A pond hop to stardom

Special to The Times

For British music in America, the times are hard to read.

Superficially, the mid-December U.S. album chart looked encouraging: 13 albums in the Top 100, counting U2 under British Isles. However, most were veterans ranging from Paul McCartney to Phil Collins. Apart from Coldplay, the post-2000 successes -- Craig David, David Gray -- were tailspinning commercially.

Then consider an absent friend: Robbie Williams, British pop's MVP. He's doing great, honestly. But his 2001 album, "Swing When You're Winning," a Sinatra-era celebration recorded in California, was never even released in America. Still, it sold 6 million copies in the other 60% of the world market. His latest, "Escapology," not out in the States until spring, has already shifted a U.K. million and hit No. 1 in 10 other countries.

No wonder he currently mood-swings between ingratiating song lyrics -- "God bless you, Uncle Sam," even "I'm moving to L.A." -- and saying, "I'm not interested in breaking America -- it's too much hard work."

Here's the rub. Williams can make do without America. But, long term, his record company, EMI, and the rest of the British music industry probably can't.

More indicative of new Brit-think is a young band, the Music, tipped by this column last year and signed to EMI's U.S. wing, Capitol. A potent Led Zeppelin-meets-Chemical Brothers crossover, the band sees America as "the ultimate challenge."

The band's manager, Tim Vigon, stresses the Music's commitment: "We plan to play a hundred shows annually in the USA for five years." Proving honorable intent, after its self-titled debut album's release on Feb. 25, the band has about 40 gigs through May, including Coldplay support spots. That is, indeed, the spirit.

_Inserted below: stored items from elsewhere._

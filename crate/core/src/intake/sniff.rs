//! Sniffing on the first bytes of a file: documents dropped by mistake, text encoding,
//! delimiter.

use super::scan::{Record, Scan, Scanner};
use encoding_rs::{Encoding, UTF_16BE, UTF_16LE, UTF_8, WINDOWS_1252};

/// How much of the file is looked at before deciding encoding, delimiter, header and columns.
pub const SNIFF_LEN: usize = 64 * 1024;

/// File signatures of documents that are not CSV ("magic numbers" as published for each
/// format: ZIP local file header `PK\x03\x04` (PKWARE APPNOTE; .xlsx/.ods/.numbers are ZIP
/// containers), OLE2 compound file `D0 CF 11 E0 A1 B1 1A E1` (MS-CFB; .xls), `%PDF-` (ISO 32000),
/// `{\rtf` (RTF spec), gzip `1F 8B` (RFC 1952), PNG, JPEG, and the XML / HTML spreadsheet exports.
pub fn document_kind(head: &[u8]) -> Option<&'static str> {
    let h = head.strip_prefix(b"\xEF\xBB\xBF").unwrap_or(head);
    if h.starts_with(b"PK\x03\x04") || h.starts_with(b"PK\x05\x06") {
        return Some("spreadsheet workbook or other ZIP archive (.xlsx, .ods)");
    }
    if h.starts_with(&[0xD0, 0xCF, 0x11, 0xE0, 0xA1, 0xB1, 0x1A, 0xE1]) {
        return Some("Excel 97-2003 workbook (.xls)");
    }
    if h.starts_with(b"%PDF-") {
        return Some("PDF document");
    }
    if h.starts_with(b"{\\rtf") {
        return Some("RTF document");
    }
    if h.starts_with(&[0x1F, 0x8B]) {
        return Some("compressed (gzip) file");
    }
    if h.starts_with(b"\x89PNG") || h.starts_with(&[0xFF, 0xD8, 0xFF]) {
        return Some("picture");
    }
    let lead: Vec<u8> = h.iter().take(512).copied().filter(|b| !b.is_ascii_whitespace()).map(|b| b.to_ascii_lowercase()).collect();
    if lead.starts_with(b"<?xml") {
        let t = String::from_utf8_lossy(&h[..h.len().min(2048)]).to_ascii_lowercase();
        if t.contains("workbook") || t.contains("mso-application") || t.contains("spreadsheet") {
            return Some("Excel XML spreadsheet");
        }
        return Some("XML document");
    }
    if lead.starts_with(b"<!doctypehtml") || lead.starts_with(b"<html") || lead.starts_with(b"<table") {
        return Some("web page (HTML table)");
    }
    None
}

#[derive(Clone, Copy, Debug, PartialEq, Eq)]
pub enum Enc {
    Utf8,
    Utf8Bom,
    Utf16Le,
    Utf16Be,
    Windows1252,
}

impl Enc {
    pub fn name(self) -> &'static str {
        match self {
            Enc::Utf8 => "UTF-8",
            Enc::Utf8Bom => "UTF-8 (with BOM)",
            Enc::Utf16Le => "UTF-16LE",
            Enc::Utf16Be => "UTF-16BE",
            Enc::Windows1252 => "Windows-1252",
        }
    }
    pub fn encoding(self) -> &'static Encoding {
        match self {
            Enc::Utf8 | Enc::Utf8Bom => UTF_8,
            Enc::Utf16Le => UTF_16LE,
            Enc::Utf16Be => UTF_16BE,
            Enc::Windows1252 => WINDOWS_1252,
        }
    }
    /// Bytes of byte order mark to skip.
    pub fn bom_len(self, head: &[u8]) -> usize {
        match self {
            Enc::Utf8Bom => 3,
            Enc::Utf16Le if head.starts_with(&[0xFF, 0xFE]) => 2,
            Enc::Utf16Be if head.starts_with(&[0xFE, 0xFF]) => 2,
            _ => 0,
        }
    }
}

/// Decide the encoding from the head of the file. BOMs as in the Unicode Standard ch. 23.8;
/// UTF-16 without BOM recognised by its zero bytes (ASCII text in UTF-16 has every other byte
/// zero: common practice); otherwise UTF-8 if the head is valid UTF-8 (a character cut at the
/// end of the head is allowed), else Windows-1252. Latin-1 (ISO-8859-1) files are read as
/// Windows-1252, which the WHATWG Encoding Standard makes the decoder for the "latin1" and
/// "iso-8859-1" labels (decoding via encoding_rs).
pub fn detect_encoding(head: &[u8], eof: bool) -> Enc {
    if head.starts_with(b"\xEF\xBB\xBF") {
        return Enc::Utf8Bom;
    }
    if head.starts_with(&[0xFF, 0xFE]) {
        return Enc::Utf16Le;
    }
    if head.starts_with(&[0xFE, 0xFF]) {
        return Enc::Utf16Be;
    }
    let n = head.len().min(4096) & !1;
    if n >= 4 {
        let even_zero = head[..n].iter().step_by(2).filter(|&&b| b == 0).count();
        let odd_zero = head[1..n].iter().step_by(2).filter(|&&b| b == 0).count();
        let half = n / 2;
        if odd_zero * 10 >= half * 7 && even_zero * 10 < half {
            return Enc::Utf16Le;
        }
        if even_zero * 10 >= half * 7 && odd_zero * 10 < half {
            return Enc::Utf16Be;
        }
    }
    match std::str::from_utf8(head) {
        Ok(_) => Enc::Utf8,
        Err(e) => {
            // A multi-byte character cut at the end of the sniff window is fine.
            if !eof && e.error_len().is_none() {
                Enc::Utf8
            } else {
                Enc::Windows1252
            }
        }
    }
}

/// Text that is mostly control characters or NUL is binary data, not a ledger.
pub fn looks_binary(text: &[u8]) -> bool {
    let sample = &text[..text.len().min(SNIFF_LEN)];
    if sample.is_empty() {
        return false;
    }
    let bad = sample
        .iter()
        .filter(|&&b| b == 0 || (b < 0x20 && !matches!(b, b'\t' | b'\n' | b'\r' | 0x0C)) || b == 0x7F)
        .count();
    // U+FFFD from undecodable UTF-16 also counts.
    let repl = sample.windows(3).filter(|w| *w == [0xEF, 0xBF, 0xBD]).count();
    bad * 100 > sample.len() || repl * 20 > sample.len()
}

/// Candidate delimiters, in order of preference on a tie.
pub const DELIMS: [u8; 4] = [b';', b'\t', b',', b'|'];

/// One record of the sniff sample.
pub struct SampleRec {
    /// 1-based physical line where the record starts.
    pub line: u64,
    /// Byte offset where the record starts and where the next one starts.
    pub start: usize,
    pub next: usize,
    pub cells: Vec<String>,
}

/// Parse up to `max` records of `text` with delimiter `d`.
pub fn sample_records(text: &[u8], d: u8, eof: bool, max: usize) -> Vec<SampleRec> {
    let sc = Scanner::new(d);
    let mut rec = Record::default();
    let mut pos = 0;
    let mut line = 1u64;
    let mut out = Vec::new();
    while pos < text.len() && out.len() < max {
        match sc.scan(text, pos, eof, &mut rec) {
            Scan::Done { next, lines } => {
                let cells = rec.fields().map(|f| String::from_utf8_lossy(f).into_owned()).collect();
                out.push(SampleRec { line, start: pos, next, cells });
                line += lines;
                pos = next;
            }
            Scan::More => break,
        }
    }
    out
}

pub fn width(cells: &[String]) -> usize {
    let mut w = cells.len();
    while w > 0 && cells[w - 1].trim().is_empty() {
        w -= 1;
    }
    w
}

/// Pick the delimiter whose records agree best on a field count of at least 2: the score is
/// the number of records having the most common width (common practice, no source).
/// Returns (delimiter, that width).
pub fn detect_delimiter(text: &[u8], eof: bool) -> (u8, usize) {
    let mut best = (b',', 1usize, 0usize);
    for &d in DELIMS.iter() {
        let recs = sample_records(text, d, eof, 200);
        let mut counts: std::collections::HashMap<usize, usize> = Default::default();
        for r in &recs {
            let w = width(&r.cells);
            if w >= 2 {
                *counts.entry(w).or_default() += 1;
            }
        }
        // Most common width; on a tie the wider one.
        if let Some((&w, &c)) = counts.iter().max_by_key(|(&w, &c)| (c, w)) {
            if c > best.2 || (c == best.2 && w > best.1) {
                best = (d, w, c);
            }
        }
    }
    (best.0, best.1)
}

#[cfg(test)]
mod tests {
    use super::*;

    #[test]
    fn signatures() {
        assert!(document_kind(b"PK\x03\x04\x14\x00").unwrap().contains("xlsx"));
        assert!(document_kind(&[0xD0, 0xCF, 0x11, 0xE0, 0xA1, 0xB1, 0x1A, 0xE1, 0]).unwrap().contains("xls"));
        assert!(document_kind(b"%PDF-1.7\n").unwrap().contains("PDF"));
        assert_eq!(document_kind(b"Supplier;Amount\n"), None);
    }

    #[test]
    fn encodings() {
        assert_eq!(detect_encoding(b"\xEF\xBB\xBFa;b", true), Enc::Utf8Bom);
        assert_eq!(detect_encoding(b"\xFF\xFEa\0;\0", true), Enc::Utf16Le);
        assert_eq!(detect_encoding(b"a\0;\0b\0\n\0", true), Enc::Utf16Le);
        assert_eq!(detect_encoding(b"\0a\0;\0b\0\n", true), Enc::Utf16Be);
        assert_eq!(detect_encoding("Müller;1".as_bytes(), true), Enc::Utf8);
        assert_eq!(detect_encoding(b"M\xFCller;1", true), Enc::Windows1252);
        // A UTF-8 character cut by the end of the sniff window.
        assert_eq!(detect_encoding(b"M\xC3", false), Enc::Utf8);
    }

    #[test]
    fn delimiters() {
        assert_eq!(detect_delimiter(b"a;b;c\n1,5;2;3\n4;5,5;6\n", true), (b';', 3));
        assert_eq!(detect_delimiter(b"Report\n\na,b,c\n1,2,3\n", true), (b',', 3));
        assert_eq!(detect_delimiter(b"a\tb\n\"1,5\"\t2\n", true), (b'\t', 2));
        assert_eq!(detect_delimiter(b"a|b|c\n1|2|3\n", true), (b'|', 3));
    }
}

But here's another twist. While the Music feels its domestic success -- good live reputation, No. 4 album -- will mean nothing across the Atlantic, bands from other nations are more than ever using the U.K. as a launchpad for their American campaigns.

Inspired by your very own Strokes and White Stripes, Sweden's Hives and Australia's Vines, leapfrog contenders in 2003 include Boston's Cave In, New Zealand's Datsuns and Denmark's Raveonettes.

No wonder U.K. label associations BPI and AIM (representing independent labels) are itching for the British music "embassy" in New York to open its doors ASAP.

Despite it all, this column's annual Brit tips make up enthusiastic recommendations for diverse and alluring talents:

The Libertines: Punchy punk pop; album "Up the Bracket," produced by the Clash's Mick Jones, out in March; playing L.A. at Spaceland on Jan. 23 and the Viper Room on Jan. 24.

The Streets: A.k.a. Mike Skinner; Cockney rap-u-like album "Original Pirate Material" -- a critics' favorite.

Sugababes: The acceptable face of girl-group pop.

The Thrills: L.A.-based Irish Beach Boys fans' truly thrilling sounds, debut album maybe May.

Robbie Williams: This time, let him entertain you.


Phil Sutcliffe is a London-based writer and a contributing editor to Q magazine.